I used to ride xc with a ff specialized and even in our wet cold winters it was hot ... however, it provided extra protection from low hanging tree branches and since we have a lot of downed trees with sharp broken branches sticking up, having a ff to prevent getting a sharp stick in the eye isn't a bad precaution. 

Also helped one time when shifting over on bike to clear a tree and smacked face first into the next tree -- definitely a wake up call and didn't try that move again afterwards ... 

Helmet broke and was replaced with an open lid with lots of vents and its nice and cool but I do miss the added protection even if it looked geeky riding xc with that thing on my head.


----------



## docter_zab (Jun 3, 2013)

Ever considered just wearing a mouth guard? It would help keep the little white bits where they're supposed to be. You could even strap it to a hydration pack and just wear it during the descents and other sketchy bits.

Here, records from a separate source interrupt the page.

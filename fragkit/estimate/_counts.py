"""Counts of a run: what the device returned, circuit by circuit, tied to the plan it was run for."""

import hashlib
import operator
from collections.abc import Callable, Mapping, Sequence
from dataclasses import dataclass
from functools import cached_property
from typing import Any, Literal

import numpy as np
from numpy.typing import NDArray

from fragkit.core import InputError, MismatchError
from fragkit.estimate._bits import (
    BitOrder,
    Bits,
    SpinOrder,
    bits_of_array,
    bits_of_packed,
    bits_of_strings,
    check_orders,
    column_order,
    distinct_rows,
)
from fragkit.estimate._results import bits_of_result
from fragkit.planning import Plan


@dataclass(frozen=True, eq=False, repr=False)
class Counts:
    """Bit strings of every circuit of a plan and how often each occurred.

    Made by `from_strings`, `from_arrays`, `from_packed`, `from_results`, `fragkit.simulate` or `load`; batches of
    one plan are joined with `merged`.

    Parameters
    ----------
    bits
        One uint8 array (rows, 2n) per circuit, each different row once; column j is qubit j, the n alpha orbitals
        first, then the n beta. A circuit that has not been run has no rows.
    numbers
        One int64 array (rows,) per circuit, how often each row occurred.
    plan_digest
        Digest of the plan that the circuits were made from.
    batches
        Names of the batches in here; a batch without a name goes by the digest of its content.

    Examples
    --------
    >>> import numpy as np
    >>> from fragkit.core import Fragment
    >>> from fragkit.planning import Plan
    >>> fragment = Fragment.one_body(np.eye(2), [-1.0, 0.5])
    >>> plan = Plan((fragment,), 0.0, [100], [0.1], (1, 1), "digest", 0.0, 0.0)
    >>> counts = Counts.from_strings(
    ...     plan, {0: {"0101": 90, "0110": 10}}, bit_order="first-qubit-right", spin_order="blocked"
    ... )
    >>> counts.shots
    array([100])
    >>> counts.strings(0)
    {'0110': 10, '1010': 90}
    """

    bits: tuple[Bits, ...]
    numbers: tuple[NDArray[np.int64], ...]
    plan_digest: str
    batches: tuple[str, ...]

    def __post_init__(self) -> None:
        for bits, numbers in zip(self.bits, self.numbers, strict=True):
            bits.setflags(write=False)
            numbers.setflags(write=False)

    @classmethod
    def from_strings(
        cls,
        plan: Plan,
        tables: Mapping[Any, Mapping[str, int]],
        *,
        bit_order: BitOrder,
        spin_order: SpinOrder,
        qubits: Sequence[int] | None = None,
        batch: str | None = None,
    ) -> "Counts":
        """Counts from dictionaries of bit strings, one for each circuit.

        Parameters
        ----------
        plan
            The plan that the circuits came from.
        tables
            {circuit: {bit string: count}}; circuits go by their index in the plan, as a number or as the name
            of the exported circuit.
        bit_order
            "first-qubit-left" if the first character is qubit 0, "first-qubit-right" if the last one is.
        spin_order
            "blocked" if the alpha orbitals are the first n bits, "interleaved" if alpha and beta take turns. The
            measured bits of exported circuits are blocked in either layout; "interleaved" is for bits that were
            read qubit by qubit from an interleaved register whose readout stayed in place.
        qubits
            Position of each of the circuit's qubits among the measured bits, when they are not simply in order.
        batch
            Name of this run, for example the job's identifier. Two batches of one name cannot be merged.

        Raises
        ------
        InputError
            If a circuit is not in the plan, a key is not a string of 0 and 1 of the right length, or a count is
            not a whole number of at least zero.
        """

        def read(table: Any, name: str) -> tuple[Bits, NDArray[np.int64] | None]:
            return bits_of_strings(table, name)

        return cls._gather(plan, tables, read, bit_order, spin_order, qubits, batch)

    @classmethod
    def from_arrays(
        cls,
        plan: Plan,
        arrays: Mapping[Any, Any],
        *,
        spin_order: SpinOrder,
        bit_order: BitOrder = "first-qubit-left",
        qubits: Sequence[int] | None = None,
        batch: str | None = None,
    ) -> "Counts":
        """Counts from arrays (shots, qubits) of 0 and 1, one for each circuit.

        Column 0 is qubit 0, unless `bit_order` is "first-qubit-right". Other arguments and errors as for
        `from_strings`.
        """

        def read(array: Any, name: str) -> tuple[Bits, NDArray[np.int64] | None]:
            return bits_of_array(array, name), None

        return cls._gather(plan, arrays, read, bit_order, spin_order, qubits, batch)

    @classmethod
    def from_packed(
        cls,
        plan: Plan,
        arrays: Mapping[Any, Any],
        *,
        bit_order: BitOrder,
        spin_order: SpinOrder,
        width: int | None = None,
        byte_order: Literal["big", "little"] = "big",
        qubits: Sequence[int] | None = None,
        batch: str | None = None,
    ) -> "Counts":
        """Counts from uint8 arrays (shots, bytes) with eight bits in a byte, as `numpy.packbits` makes them.

        `width` is the number of bits of a shot, 2n when left out; `byte_order` is numpy's `bitorder`. Other
        arguments and errors as for `from_strings`.
        """

        def read(array: Any, name: str) -> tuple[Bits, NDArray[np.int64] | None]:
            return bits_of_packed(array, name, 2 * plan.orbitals if width is None else width, byte_order), None

        return cls._gather(plan, arrays, read, bit_order, spin_order, qubits, batch)

    @classmethod
    def from_results(
        cls,
        plan: Plan,
        results: Any,
        *,
        bit_order: BitOrder,
        spin_order: SpinOrder,
        qubits: Sequence[int] | None = None,
        register: str | None = None,
        batch: str | None = None,
    ) -> "Counts":
        """Counts from the result objects of cirq or qiskit, one for each circuit.

        Parameters
        ----------
        results
            {circuit: result}, or a sequence with one result per circuit in the plan's order. A result is a
            `cirq.Result`, an element of a qiskit sampler's result, or any object with `get_counts()`.
        bit_order
            Order of the bits in what the object holds: "first-qubit-left" for cirq results measured in qubit
            order, "first-qubit-right" for qiskit results.
        register
            Measurement key (cirq) or classical register (qiskit); needed when there are several.

        Other arguments and errors as for `from_strings`.
        """
        if not isinstance(results, Mapping):
            try:
                listed = list(results)
            except TypeError:
                raise InputError(
                    "`results` must be {circuit: result} or a sequence of one result per circuit "
                    f"(got {type(results).__name__})"
                ) from None
            if len(listed) != len(plan):
                raise InputError(
                    f"`results` must hold one result for each of the {len(plan)} circuits when it is a sequence "
                    f"(got {len(listed)}); pass {{circuit: result}} for a part of them"
                )
            results = dict(enumerate(listed))

        def read(result: Any, name: str) -> tuple[Bits, NDArray[np.int64] | None]:
            return bits_of_result(result, name, register)

        return cls._gather(plan, results, read, bit_order, spin_order, qubits, batch)

    @classmethod
    def _gather(
        cls,
        plan: Plan,
        data: Mapping[Any, Any],
        read: Callable[[Any, str], tuple[Bits, NDArray[np.int64] | None]],
        bit_order: BitOrder,
        spin_order: SpinOrder,
        qubits: Sequence[int] | None,
        batch: str | None,
    ) -> "Counts":
        check_orders(bit_order, spin_order)
        if not isinstance(data, Mapping):
            raise InputError(f"counts must be given as {{circuit: data}} (got {type(data).__name__})")
        if batch is not None and (not isinstance(batch, str) or not batch):
            raise InputError(f"`batch` must be a name or None (got {batch!r})")
        found: dict[int, tuple[Bits, NDArray[np.int64]]] = {}
        for key, value in data.items():
            index = _circuit_index(key, len(plan))
            if index in found:
                raise InputError(f"each circuit must be given once (got circuit {index} again as {key!r})")
            bits, numbers = read(value, f"counts of circuit {key}")
            if len(bits):
                columns = column_order(plan.orbitals, bit_order, spin_order, qubits, bits.shape[1])
                bits = bits[:, columns]
            else:
                bits = np.zeros((0, 2 * plan.orbitals), dtype=np.uint8)
            found[index] = distinct_rows(bits, numbers)
        return cls.of_rows(plan, found, batch)

    @classmethod
    def of_rows(
        cls, plan: Plan, found: Mapping[int, tuple[Bits, NDArray[np.int64]]], batch: str | None = None
    ) -> "Counts":
        """Counts from distinct rows and numbers by circuit index, in the order used inside."""
        nothing = (np.zeros((0, 2 * plan.orbitals), dtype=np.uint8), np.zeros(0, dtype=np.int64))
        pairs = [found.get(index, nothing) for index in range(len(plan))]
        bits, numbers = tuple(pair[0] for pair in pairs), tuple(pair[1] for pair in pairs)
        return cls(bits, numbers, plan.digest, (_content_digest(bits, numbers) if batch is None else batch,))

    @staticmethod
    def rows_of_strings(table: Mapping[str, int], orbitals: int, name: str) -> tuple[Bits, NDArray[np.int64]]:
        """Rows and numbers from {bit string: count} in the order used inside, the inverse of `strings`."""
        bits, numbers = bits_of_strings(table, name)
        if len(bits) and bits.shape[1] != 2 * orbitals:
            raise InputError(f"{name} must have strings of {2 * orbitals} bits (got {bits.shape[1]})")
        return distinct_rows(bits.reshape(-1, 2 * orbitals), numbers)

    @property
    def orbitals(self) -> int:
        """Number of spatial orbitals n."""
        return self.bits[0].shape[1] // 2

    @cached_property
    def shots(self) -> NDArray[np.int64]:
        """(circuits,) number of shots of each circuit."""
        totals = np.array([np.sum(numbers) for numbers in self.numbers], dtype=np.int64)
        totals.setflags(write=False)
        return totals

    @property
    def total_shots(self) -> int:
        """Shots of all circuits together."""
        return int(np.sum(self.shots))

    def strings(self, circuit: int) -> dict[str, int]:
        """{bit string: count} of one circuit; first character is qubit 0, alpha orbitals first."""
        return {
            row.tobytes().decode("ascii"): int(number)
            for row, number in zip(self.bits[circuit] + ord("0"), self.numbers[circuit], strict=True)
        }

    def merged(self, *others: "Counts") -> "Counts":
        """These counts and others of the same plan together.

        Raises
        ------
        MismatchError
            If the others belong to another plan.
        InputError
            If a batch occurs twice, by its name or, without a name, by having exactly the same content.
        """
        batches = list(self.batches)
        for other in others:
            if other.plan_digest != self.plan_digest:
                raise MismatchError(
                    f"`others` must belong to the same plan (got plan digest {other.plan_digest[:12]} and "
                    f"{self.plan_digest[:12]}); estimate them apart"
                )
            twice = sorted(set(batches) & set(other.batches))
            if twice:
                raise InputError(
                    f"each batch must be merged once (got {', '.join(twice)} again); if two runs really gave the "
                    "same counts, give each a `batch` name of its own"
                )
            batches += other.batches
        joined = [
            distinct_rows(np.concatenate([c.bits[m] for c in parts]), np.concatenate([c.numbers[m] for c in parts]))
            for parts in [(self, *others)]
            for m in range(len(self.bits))
        ]
        return Counts(
            tuple(bits for bits, _ in joined),
            tuple(numbers for _, numbers in joined),
            self.plan_digest,
            tuple(batches),
        )

    def save(self, path: Any, *, overwrite: bool = False) -> None:
        """Write the counts as JSON; see `fragkit.files.save_counts`."""
        from fragkit.files import save_counts

        save_counts(self, path, overwrite=overwrite)

    @staticmethod
    def load(path: Any, *, plan: Plan | None = None) -> "Counts":
        """Read counts written by `save`; with `plan`, they must belong to it. See `fragkit.files.load_counts`."""
        from fragkit.files import load_counts

        return load_counts(path, plan=plan)

    def __len__(self) -> int:
        return len(self.bits)

    def __repr__(self) -> str:
        run = int(np.count_nonzero(self.shots))
        return (
            f"Counts({self.total_shots} shots, {run} of {len(self)} circuits run, orbitals={self.orbitals}, "
            f"{len(self.batches)} batches, plan {self.plan_digest[:12]})"
        )


def _circuit_index(key: Any, count: int) -> int:
    """Index of a circuit from its number or its exported name, which ends in the number."""
    index = None
    if isinstance(key, str):
        digits = key.rpartition("_")[2] if key.startswith("circuit_") else key
        index = int(digits) if digits.isascii() and digits.isdigit() else None
    elif not isinstance(key, bool):
        try:
            index = operator.index(key)
        except TypeError:
            index = None
    if index is None or not 0 <= index < count:
        raise InputError(
            f"circuits must be numbered 0 … {count - 1} as in the plan, as a number or a name like 'circuit_3' "
            f"(got {key!r})"
        )
    return index


def _content_digest(bits: Sequence[Bits], numbers: Sequence[NDArray[np.int64]]) -> str:
    chain = hashlib.sha256()
    for rows, count in zip(bits, numbers, strict=True):
        chain.update(f"{rows.shape} ".encode())
        chain.update(rows.tobytes())
        chain.update(count.tobytes())
    return "content-" + chain.hexdigest()[:24]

https://www.google.com/search?q=spo...=org.mozilla:en-US:official&safe=off&tbm=shop


----------



## Golf_Chick (Aug 22, 2013)

I ride a lot with a full facer, mostly in the warmer weather as once the conditions get worse and the slop increases I tend to slow down so less of a major risk of damage. I use an urge archi enduro so its got a lot more air flow to the mouth and makes drinking from a bladder still quite an easy task.

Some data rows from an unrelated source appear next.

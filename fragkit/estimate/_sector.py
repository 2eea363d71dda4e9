"""Post-selection on electron numbers, and the errors that impossible electron numbers point to."""

from collections.abc import Sequence

import numpy as np
from numpy.typing import NDArray

from fragkit.core import InputError
from fragkit.estimate._bits import Bits
from fragkit.estimate._counts import Counts


def in_sector(bits: Bits, electrons: tuple[int, int]) -> NDArray[np.bool_]:
    """Whether each row (2n bits, blocked) has exactly these (alpha, beta) electron numbers.

    >>> in_sector(np.array([[1, 0, 0, 1], [1, 1, 0, 0]], dtype=np.uint8), (1, 1))
    array([ True, False])
    """
    n = bits.shape[1] // 2
    return (np.sum(bits[:, :n], axis=1) == electrons[0]) & (np.sum(bits[:, n:], axis=1) == electrons[1])


def kept_shots(counts: Counts, electrons: tuple[int, int]) -> NDArray[np.int64]:
    """(circuits,) number of shots with the right electron numbers."""
    return np.array(
        [
            np.sum(numbers[in_sector(bits, electrons)])
            for bits, numbers in zip(counts.bits, counts.numbers, strict=True)
        ],
        dtype=np.int64,
    )


def check_sector(counts: Counts, electrons: tuple[int, int], least_kept: float) -> NDArray[np.int64]:
    """(circuits,) shots with the right electron numbers.

    Raises `InputError` if they are fewer than `least_kept` of all, or if far more would be right when the bits are
    read in another order, which the message names.
    """
    kept = kept_shots(counts, electrons)
    share = float(np.sum(kept) / counts.total_shots)
    shares: dict[str, float] = {}
    better = None
    if share < 0.95:
        shares = {
            name: _share(counts, columns, electrons) for name, columns in alternative_readings(counts.orbitals).items()
        }
        best = max(shares, key=lambda name: shares[name])
        # No reading does clearly better than the right one, however noisy the device: half of the impossible shots,
        # and enough of them not to be chance.
        gained = (shares[best] - share) * counts.total_shots
        better = best if gained > max(10.0, 0.5 * (1.0 - share) * counts.total_shots) else None
    if better is not None or share < least_kept:
        if better is not None:
            cause = f"read {better}, {shares[better]:.0%} would have, so the bit order or spin order is probably wrong"
        else:
            cause = (
                "no other bit or spin order makes more of them possible, so the state preparation or the choice of "
                "qubits is probably wrong, or the device is very noisy (then lower `least_kept`)"
            )
        raise InputError(
            f"most shots must have {electrons[0]} alpha and {electrons[1]} beta electrons (got {share:.0%} of "
            f"{counts.total_shots}); {cause}"
        )
    return kept


def check_every_circuit_keeps_shots(counts: Counts, kept: NDArray[np.int64], electrons: tuple[int, int]) -> None:
    """Raise `InputError` if post-selection leaves a circuit without shots."""
    empty = [str(m) for m in np.flatnonzero((counts.shots > 0) & (kept == 0))]
    if empty:
        raise InputError(
            f"every circuit must keep shots with {electrons} electrons (got none in circuit {', '.join(empty)}); "
            "check how that circuit was run, or take more shots"
        )


def alternative_readings(orbitals: int) -> dict[str, NDArray[np.intp]]:
    """Wrong ways to have read the bits: the columns that would put them right, by name."""
    n = orbitals
    every = np.arange(2 * n)
    interleaved = np.concatenate([every[0::2], every[1::2]])
    inverse = np.argsort(interleaved)
    swapped = np.concatenate([every[n:], every[:n]])
    return {
        "in reverse bit order": every[::-1],
        "with interleaved instead of blocked spins": interleaved,
        "with blocked instead of interleaved spins": inverse,
        "in reverse bit order and with interleaved instead of blocked spins": every[::-1][interleaved],
        "in reverse bit order and with blocked instead of interleaved spins": inverse[::-1],
        "with alpha and beta exchanged": swapped,
        "in reverse order within each spin": np.concatenate([every[:n][::-1], every[n:][::-1]]),
    }


def _share(counts: Counts, columns: Sequence[int] | NDArray[np.intp], electrons: tuple[int, int]) -> float:
    kept = sum(
        int(np.sum(numbers[in_sector(bits[:, columns], electrons)]))
        for bits, numbers in zip(counts.bits, counts.numbers, strict=True)
    )
    return kept / counts.total_shots
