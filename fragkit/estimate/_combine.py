"""From counts and coefficients to a number: the sum that energies, observables and adaptive runs share."""

from collections.abc import Sequence
from dataclasses import dataclass, replace

import numpy as np
from numpy.typing import NDArray

from fragkit.core import Fragment, InputError
from fragkit.estimate._correction import Correction
from fragkit.estimate._counts import Counts
from fragkit.estimate._rare import missed_variance
from fragkit.estimate._sector import in_sector
from fragkit.estimate._statistics import ErrorBar, Sample, error_bar
from fragkit.planning import Plan

Array = NDArray[np.float64]


@dataclass(frozen=True, eq=False)
class Part:
    """A share of the data with coefficients that do not depend on it; parts are averaged with their weights."""

    fragments: tuple[Fragment, ...]
    constant: float
    deviations: Array
    counts: Counts
    weight: float = 1.0

    @classmethod
    def of(cls, plan: Plan, counts: Counts) -> "Part":
        """All the data of a plan with the plan's own coefficients."""
        return cls(plan.fragments, plan.constant, plan.deviations, counts)


@dataclass(frozen=True, eq=False)
class Combined:
    """A number with its error bar, the samples behind it (parts × circuits) and what the calibration adds."""

    value: float
    bar: ErrorBar
    samples: tuple[tuple[Sample, ...], ...]
    predicted: tuple[Array, ...]
    calibration_variance: float | None

    @property
    def shots(self) -> NDArray[np.int64]:
        """(circuits,) shots of all parts."""
        return np.array([[s.shots for s in part] for part in self.samples], dtype=np.int64).sum(axis=0)

    @property
    def means(self) -> Array:
        """(circuits,) weighted mean of each fragment."""
        return np.array([[s.mean for s in part] for part in self.samples]).sum(axis=0)

    @property
    def deviations(self) -> Array:
        """(circuits,) deviation that one shot of a single part would have for the same error."""
        variances = np.array([[s.variance / s.shots for s in part] for part in self.samples]).sum(axis=0)
        return np.sqrt(variances * self.shots)

    @property
    def predicted_deviations(self) -> Array:
        """(circuits,) the same as predicted."""
        variances = np.array(
            [d**2 / [s.shots for s in part] for part, d in zip(self.samples, self.predicted, strict=True)]
        ).sum(axis=0)
        return np.sqrt(variances * self.shots)


def combine(
    parts: Sequence[Part], electrons: tuple[int, int], *, select: bool = False, correction: Correction | None = None
) -> Combined:
    """Weighted sum of the parts' values; with `select`, of the shots with these electron numbers only."""
    samples, predicted = [], []
    value, extra, believed, missed, calibration = 0.0, [], [], [], None
    for part in parts:
        drawn = []
        for m, fragment in enumerate(part.fragments):
            bits, numbers = part.counts.bits[m], part.counts.numbers[m]
            if select:
                keep = in_sector(bits, electrons)
                if not np.all(keep):
                    bits, numbers = bits[keep], numbers[keep]
            if not len(bits):
                raise InputError(
                    f"every part of the data must have at least one shot with {electrons} electrons of each circuit "
                    f"(got none of circuit {m}); take more shots of it"
                )
            values = fragment.values(bits) if correction is None else correction.values(fragment, bits)
            sample = Sample.of(values, numbers)
            deviation = float(part.deviations[m])
            lacking = None if correction else missed_variance(fragment, bits, sample, deviation, electrons)
            # A prediction that the data contradict counts only as far as outcomes may have been missed.
            believed.append(part.weight * (deviation if lacking is None else np.sqrt(sample.variance + lacking)))
            missed.append(part.weight**2 * (lacking or 0.0))
            drawn.append(sample.scaled(part.weight))
        samples.append(tuple(drawn))
        predicted.append(part.weight * part.deviations)
        value += part.weight * part.constant + sum(sample.mean for sample in drawn)
    if correction is not None:
        calibration = correction.variance(calibration_gradients(parts, correction))
        extra = [(calibration, correction.degrees_of_freedom)]
    flat = [sample for part in samples for sample in part]
    bar = error_bar(flat, np.array(believed), missed=missed, extra=extra)
    return Combined(float(value), bar, tuple(samples), tuple(predicted), calibration)


def calibration_gradients(parts: Sequence[Part], correction: Correction) -> list[Array]:
    """Derivatives of the combined value by the confusion of each block."""
    total = [np.zeros_like(confusion) for confusion in correction.errors.confusions]
    for part in parts:
        for fragment, bits, numbers in zip(part.fragments, part.counts.bits, part.counts.numbers, strict=True):
            for block, gradient in zip(total, correction.gradients(fragment, bits, numbers), strict=True):
                block += part.weight * gradient
    return total


def split(counts: Counts, folds: int, rng: np.random.Generator) -> list[Counts]:
    """The shots of every circuit dealt at random into folds whose sizes differ by at most one."""
    dealt: list[list[NDArray[np.int64]]] = [[] for _ in range(folds)]
    for numbers in counts.numbers:
        left = numbers.copy()
        total = int(np.sum(numbers))
        for k in range(folds):
            size = total // folds + (k < total % folds)
            drawn = left if k == folds - 1 else rng.multivariate_hypergeometric(left, size, method="marginals")
            dealt[k].append(drawn)
            left = left - drawn
    return [
        replace(
            counts,
            bits=tuple(bits[d > 0] for bits, d in zip(counts.bits, draws, strict=True)),
            numbers=tuple(d[d > 0] for d in draws),
            batches=tuple(f"{name} fold {k}" for name in counts.batches),
        )
        for k, draws in enumerate(dealt)
    ]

For a little bit of background as to why i chose to ride like that at the end of April this year I clipped a tree going approx 30mph, the next thing I knew I was on the phone to 999 trying to tell them, with major concussion and a broken face, where I was in the middle of the forest. I'd broken my jaw in 3 places and knocked 3 of my front teeth completely out. I now have a few scars, titanium plate and false teeth, I've also lost part of the sensation from my chin where they had to cut through my lip and therefore my nerves to fix the break. My OH had to receive the phone call from 999 emergency services to tell him his fiance was in the forest hurt and I had to experience the sensation that they may never find me and I may end up dying in the forest!


----------



## Varaxis (Mar 16, 2010)

I used to. I stopped because I figured it was too heavy for some 2+ hour group rides and I had a light mount on my half shell for night riding, but no mount for my FF. Surprisingly wasn't hot at all, but I always wear a cheap $1 bandana underneath no matter what the helmet. I think it blocked out the sun and kept away the bugs and low hanging brush vegetation well enough to make it feel worth it and comfy enough in the summer.

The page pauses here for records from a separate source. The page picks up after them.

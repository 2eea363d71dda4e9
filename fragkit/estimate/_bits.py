"""Bit strings of a device brought to the one order used inside: column j is qubit j, alpha orbitals then beta."""

from collections.abc import Mapping, Sequence
from typing import Any, Literal, get_args

import numpy as np
from numpy.typing import NDArray

from fragkit.core import InputError, as_count

BitOrder = Literal["first-qubit-left", "first-qubit-right"]
SpinOrder = Literal["blocked", "interleaved"]
Bits = NDArray[np.uint8]


def check_orders(bit_order: Any, spin_order: Any) -> None:
    """Raise `InputError` unless both orders are among the allowed words."""
    for name, value, allowed in (("bit_order", bit_order, BitOrder), ("spin_order", spin_order, SpinOrder)):
        if value not in get_args(allowed):
            raise InputError(f"`{name}` must be one of {', '.join(map(repr, get_args(allowed)))} (got {value!r})")


def column_order(
    orbitals: int, bit_order: BitOrder, spin_order: SpinOrder, qubits: Sequence[int] | None, width: int
) -> NDArray[np.intp]:
    """For each qubit in blocked order, the column of the device's data that holds it.

    `width` is the number of bits in the data; `qubits[j]` says which of them (counted from the device's qubit 0)
    is qubit j of the circuit, and is needed when there are more bits than qubits.

    >>> column_order(2, "first-qubit-right", "blocked", None, 4)
    array([3, 2, 1, 0])
    >>> column_order(2, "first-qubit-left", "interleaved", None, 4)
    array([0, 2, 1, 3])
    """
    check_orders(bit_order, spin_order)
    count = 2 * orbitals
    if qubits is None:
        if width != count:
            raise InputError(
                f"each bit string must have {count} bits, two per orbital (got {width}); measure only the plan's "
                "qubits, or pass `qubits` with the position of each"
            )
        positions = np.arange(count)
    else:
        positions = np.array([as_count(q, "qubits") for q in qubits], dtype=np.intp)
        if len(positions) != count or len(set(positions.tolist())) != count or np.max(positions) >= width:
            raise InputError(
                f"`qubits` must list {count} different positions below {width}, the number of bits in the data "
                f"(got {positions.tolist()})"
            )
    if spin_order == "interleaved":
        positions = np.concatenate([positions[0::2], positions[1::2]])
    return positions if bit_order == "first-qubit-left" else width - 1 - positions


def bits_of_strings(table: Mapping[Any, Any], name: str) -> tuple[Bits, NDArray[np.int64]]:
    """Rows of bits as written, left to right, and how often each occurred, from {"0101": 12, …}."""
    if not isinstance(table, Mapping):
        raise InputError(f"`{name}` must be a dictionary of bit strings and counts (got {type(table).__name__})")
    keys = list(table)
    width = len(keys[0]) if keys and isinstance(keys[0], str) else 0
    for key in keys:
        if not isinstance(key, str) or len(key) != width or not key or set(key) - {"0", "1"}:
            raise InputError(
                f"`{name}` must have keys that are strings of 0 and 1, all of one length (got {key!r}); read all "
                "qubits into one register"
            )
    numbers = np.array([as_count(table[key], f"{name}[{key!r}]") for key in keys], dtype=np.int64)
    text = "".join(keys).encode("ascii")
    bits = np.frombuffer(text, dtype=np.uint8).reshape(len(keys), width) - ord("0")
    return bits, numbers


def bits_of_array(array: Any, name: str) -> Bits:
    """A (shots, qubits) array of 0 and 1 (or False and True) as uint8."""
    bits = np.asarray(array)
    if bits.ndim != 2:
        raise InputError(f"`{name}` must have shape (shots, qubits) (got {bits.shape})")
    if bits.dtype != np.bool_ and not np.issubdtype(bits.dtype, np.integer):
        raise InputError(f"`{name}` must hold whole numbers 0 and 1 (got an array of {bits.dtype})")
    if bits.size and (bits.min() < 0 or bits.max() > 1):
        raise InputError(f"`{name}` must hold only 0 and 1 (got values from {bits.min()} to {bits.max()})")
    return bits.astype(np.uint8, copy=False)


def bits_of_packed(array: Any, name: str, width: int, byte_order: Literal["big", "little"]) -> Bits:
    """Bits from a uint8 array (shots, bytes) of eight bits per byte, as `numpy.unpackbits` reads them.

    "big" takes the highest bit of a byte first. Padding is at the end of the last byte, as `numpy.packbits` puts it.
    """
    packed = np.asarray(array)
    if packed.dtype != np.uint8 or packed.ndim != 2 or packed.shape[1] != -(-width // 8):
        raise InputError(
            f"`{name}` must be a uint8 array of shape (shots, {-(-width // 8)}) for {width} bits "
            f"(got {packed.dtype} {packed.shape})"
        )
    if byte_order not in ("big", "little"):
        raise InputError(f"`byte_order` must be 'big' or 'little' (got {byte_order!r})")
    bits = np.unpackbits(packed, axis=1, bitorder=byte_order)
    if np.any(bits[:, width:]):
        raise InputError(
            f"`{name}` must have zero padding after {width} bits (got ones there); check `byte_order` and the width"
        )
    return bits[:, :width]


def distinct_rows(bits: Bits, numbers: NDArray[np.int64] | None = None) -> tuple[Bits, NDArray[np.int64]]:
    """Each different row once, in increasing order, and how often it occurred.

    >>> distinct_rows(np.array([[1, 0], [0, 1], [1, 0]], dtype=np.uint8))
    (array([[0, 1],
           [1, 0]], dtype=uint8), array([1, 2]))
    """
    if numbers is not None:
        bits, numbers = bits[numbers > 0], numbers[numbers > 0]
    columns = bits.shape[1]
    if columns > 64:
        packed = np.ascontiguousarray(np.packbits(bits, axis=1))
        keys = packed.view(np.dtype((np.void, packed.shape[1])))[:, 0]
        _, first, inverse = np.unique(keys, return_index=True, return_inverse=True)
        return np.ascontiguousarray(bits[first]), _totals(inverse, numbers, len(first))
    # Rows as big-endian whole numbers sort like the rows, and far faster than rows of bytes.
    size = next(size for size in (1, 2, 4, 8) if 8 * size >= columns)
    packed = np.zeros((len(bits), size), dtype=np.uint8)
    filled = np.packbits(bits, axis=1)
    packed[:, : filled.shape[1]] = filled
    keys = packed.view(f">u{size}")[:, 0].astype(f"u{size}")
    if numbers is None:
        different, totals = np.unique(keys, return_counts=True)
    else:
        different, inverse = np.unique(keys, return_inverse=True)
        totals = _totals(inverse, numbers, len(different))
    back = different.astype(f">u{size}").view(np.uint8).reshape(-1, size)
    return np.ascontiguousarray(np.unpackbits(back, axis=1, count=columns)), totals.astype(np.int64)


def _totals(inverse: NDArray[np.intp], numbers: NDArray[np.int64] | None, count: int) -> NDArray[np.int64]:
    totals = np.zeros(count, dtype=np.int64)
    np.add.at(totals, inverse, 1 if numbers is None else numbers)
    return totals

Getting the rear a bit sideways on a 29er (note the XC semi slick tires, rotor size, and limited fork travel):









Older pic on a Gary Fisher/Trek Superfly 100 (XC FS bike):









My original reason for wearing it is that I have no health insurance and that the helmet and pads would be my insurance. Seeing pics of Aaron Gwin losing his teeth worried me too.

The FF helmet can be useful when **** like this happens to me, like flying into a ditch at speed on a hardtail:










Or faceplanting after going off a jump and panicking when I see someone standing on the route I intend to take (not on an XC bike):










Bikes are getting more capable and faster. No shame in wearing a FF. Not really geeky looking as long it's not one of those visor-less ones. Can do stuff on modern XC bikes that some of the other guys hesitate doing on their older long travel bikes.


----------



## jkidd_39 (Sep 13, 2012)

I always wear my FF. but in my area we have tons of rocks.. you go down it's never in soft stuff. It's confidence inspiring to have your face protected. And you get used to it after a few weeks. of wearing it. I wear a camelbak so water is not an issue. If you want a great deal then check this out. T.H.E. T2 Carbon Fiber Helmet > Apparel > Helmets > Men's Helmets | Jenson USA Online Bike Shop

I'll be ordering this on payday. I have been using a Giro Remedy lid for the last year but I've been wanting to go to carbon for a while. It's light and protects.. It's right around 1000grams.. which is very nice.

Good luck..


----------



## TwoTone (Jul 5, 2011)

jkidd_39 said:


> I always wear my FF. but in my area we have tons of rocks.. you go down it's never in soft stuff. It's confidence inspiring to have your face protected. And you get used to it after a few weeks. of wearing it. I wear a camelbak so water is not an issue. If you want a great deal then check this out. T.H.E. T2 Carbon Fiber Helmet > Apparel > Helmets > Men's Helmets | Jenson USA Online Bike Shop
> 
> I'll be ordering this on payday. I have been using a Giro Remedy lid for the last year but I've been wanting to go to carbon for a while. It's light and protects.. It's right around 1000grams.. which is very nice.
> 
> Good luck..


If you have a lot of rocks and ride fast you may want to make sure the helmet is ASTM-1952 certified otherwise the chin bar hasn't been test and you're hoping it works.

I actually have 2 FF helmets, one for downhill lift riding and one for XC riding. Since my XC is all up and downs without any long climbs and long fast downhills, I wasn't as worried about the chin bar tests because of the slow speeds.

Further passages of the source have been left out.